# Acoustic panels finally hung...



## cruzmisl (Jul 1, 2007)

Well at least most of them. Still have 4 bass traps to hang but I think they look pretty darned good. The color matches the walls perfectly (better than the pics show, maybe due to the flash). Kids are asleep so I can't test it out until the am :hissyfit:



















The one over the display is centered, I was off at a bit of an angle. Next project is to pull up the carpet and run the surround wires


----------



## bpape (Sep 14, 2006)

Nicely done. A little care in hanging, good color coordination, and a good plan can make even a lot of panels like that not overwhelm a room.

Bryan


----------



## Bob_99 (May 8, 2006)

Yes, very nicely done.
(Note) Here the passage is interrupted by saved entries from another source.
"""Lives of a pack in service under a belief about its fade factor.

The curves are invented (linear loss, so the answers are exact fractions).
"""

import numpy as np
import pytest

from planner.evidence.lives import (
    PackCurve,
    life_belief,
    soh_band,
    systematic_draws,
    total_life_years,
)

MONTHS = np.arange(12 * 60 + 1)


def _linear(rate_per_year=0.024, age=4.0, eol=0.8, limit=12.0, threshold=None):
    return PackCurve(rate_per_year * MONTHS / 12.0, np.zeros(MONTHS.size), age, eol, limit, threshold)


def test_life_is_the_inverse_of_the_scaled_loss():
    # 1 + δ - f x 0.024 t = 0.8  ->  t = (0.2 + δ) / (0.024 f)
    curve = _linear()
    life = total_life_years(curve, np.log([1.0, 2.0, 0.5, 1.0]), [0.0, 0.0, 0.0, 0.024])
    assert life == pytest.approx([0.2 / 0.024, 0.1 / 0.024, 0.4 / 0.024, 0.224 / 0.024], rel=1e-9)


def test_below_threshold_when_new_and_beyond_the_curve():
    curve = _linear(rate_per_year=0.001)
    life = total_life_years(curve, [0.0, 0.0], [-0.25, 0.0])
    assert life[0] == 0.0 and np.isinf(life[1])  # 0.2 loss needs 200 years > 60 simulated


def test_cycle_part_scaled_by_rho():
    curve = PackCurve(0.01 * MONTHS / 12.0, 0.01 * MONTHS / 12.0, 0.0, 0.8, 50.0)
    # calendar 1 %/y, cycle 1 %/y doubled: 3 %/y in all
    assert total_life_years(curve, [0.0], [0.0], rho=np.log(2.0))[0] == pytest.approx(0.2 / 0.03)


def test_rising_threshold_shortens_life():
    # the requirement grows 5 %/year from 4 years after installation (a growing load)
    threshold = np.maximum(0.8, 0.7 * 1.05 ** np.maximum(MONTHS / 12.0 - 4.0, 0.0))
    fixed, rising = _linear(), _linear(threshold=threshold)
    assert total_life_years(rising, [0.0], [0.0])[0] < total_life_years(fixed, [0.0], [0.0])[0]


def test_failure_probability_is_conditioned_on_serving_today():
    """Belief points with lives 2, 6, 10 and 14 years at age 4 (one already dead): the
    pack serves today, so the dead point is dropped: P(fail within 3 y) = 1/3."""
    curve = _linear(age=4.0)
    f = 0.2 / 0.024 / np.array([2.0, 6.0, 10.0, 14.0])
    belief = life_belief(curve, np.log(f), np.zeros(4), np.ones(4))
    assert belief.alive_frac == pytest.approx(0.75)
    probs = belief.failure_prob_by_age(12)
    assert probs[2] == pytest.approx(1 / 3)  # by 3 years from now: the 6-year point
    assert probs[6] == pytest.approx(2 / 3)
    assert probs[11] == pytest.approx(1.0)
    assert all(b >= a for a, b in zip(probs, probs[1:]))


def test_replacement_by_the_median_within_the_service_limit():
    curve = _linear(age=4.0, limit=9.0)
    f = 0.2 / 0.024 / np.array([8.0, 10.0, 30.0])
    belief = life_belief(curve, np.log(f), np.zeros(3), np.ones(3))
    assert belief.quantiles((0.5,))[0] == pytest.approx(6.0)
    assert belief.replace_by_years() == pytest.approx(5.0)  # service limit 9 - age 4


def test_pack_surely_past_its_end_is_replaced_now():
    curve = _linear(age=12.0)
    belief = life_belief(curve, [0.0], [0.0], [1.0])
    assert belief.replace_by_years() == 0.0
    assert belief.failure_prob_by_age(3) == (1.0, 1.0, 1.0)


def test_band_quantiles_and_draws():
    post = np.zeros((5, 3))
    post[1, 1], post[3, 2] = 0.25, 0.75
    k, j = systematic_draws(post, 8)
    assert (k == 1).sum() == 2 and (k == 3).sum() == 6 and set(j) == {1, 2}
    curve = _linear()
    band = soh_band(curve, np.log([1.0, 1.0, 2.0, 2.0]), np.zeros(4), months=[0, 120])
    assert band[:, 0] == pytest.approx([1.0, 1.0, 1.0])
    assert band[0, 1] == pytest.approx(1 - 2 * 0.24) and band[2, 1] == pytest.approx(1 - 0.24)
I'm sure you're going to hear a big improvement in the sound. Let us know what you think when you've had a chance to listen to it for a while.

Bob


----------



## rcarlton (Apr 29, 2006)

Looks good. Are they DIY panels?


----------



## cruzmisl (Jul 1, 2007)

No, I bought them from GIK Acoustics. For the price they are asking it wasn't worth driving all over town for material and slaving in my hot garage to save $20 a panel. Not to mention I'd probably sustain an injury of some type while building them and they certainly wouldn't look as good


----------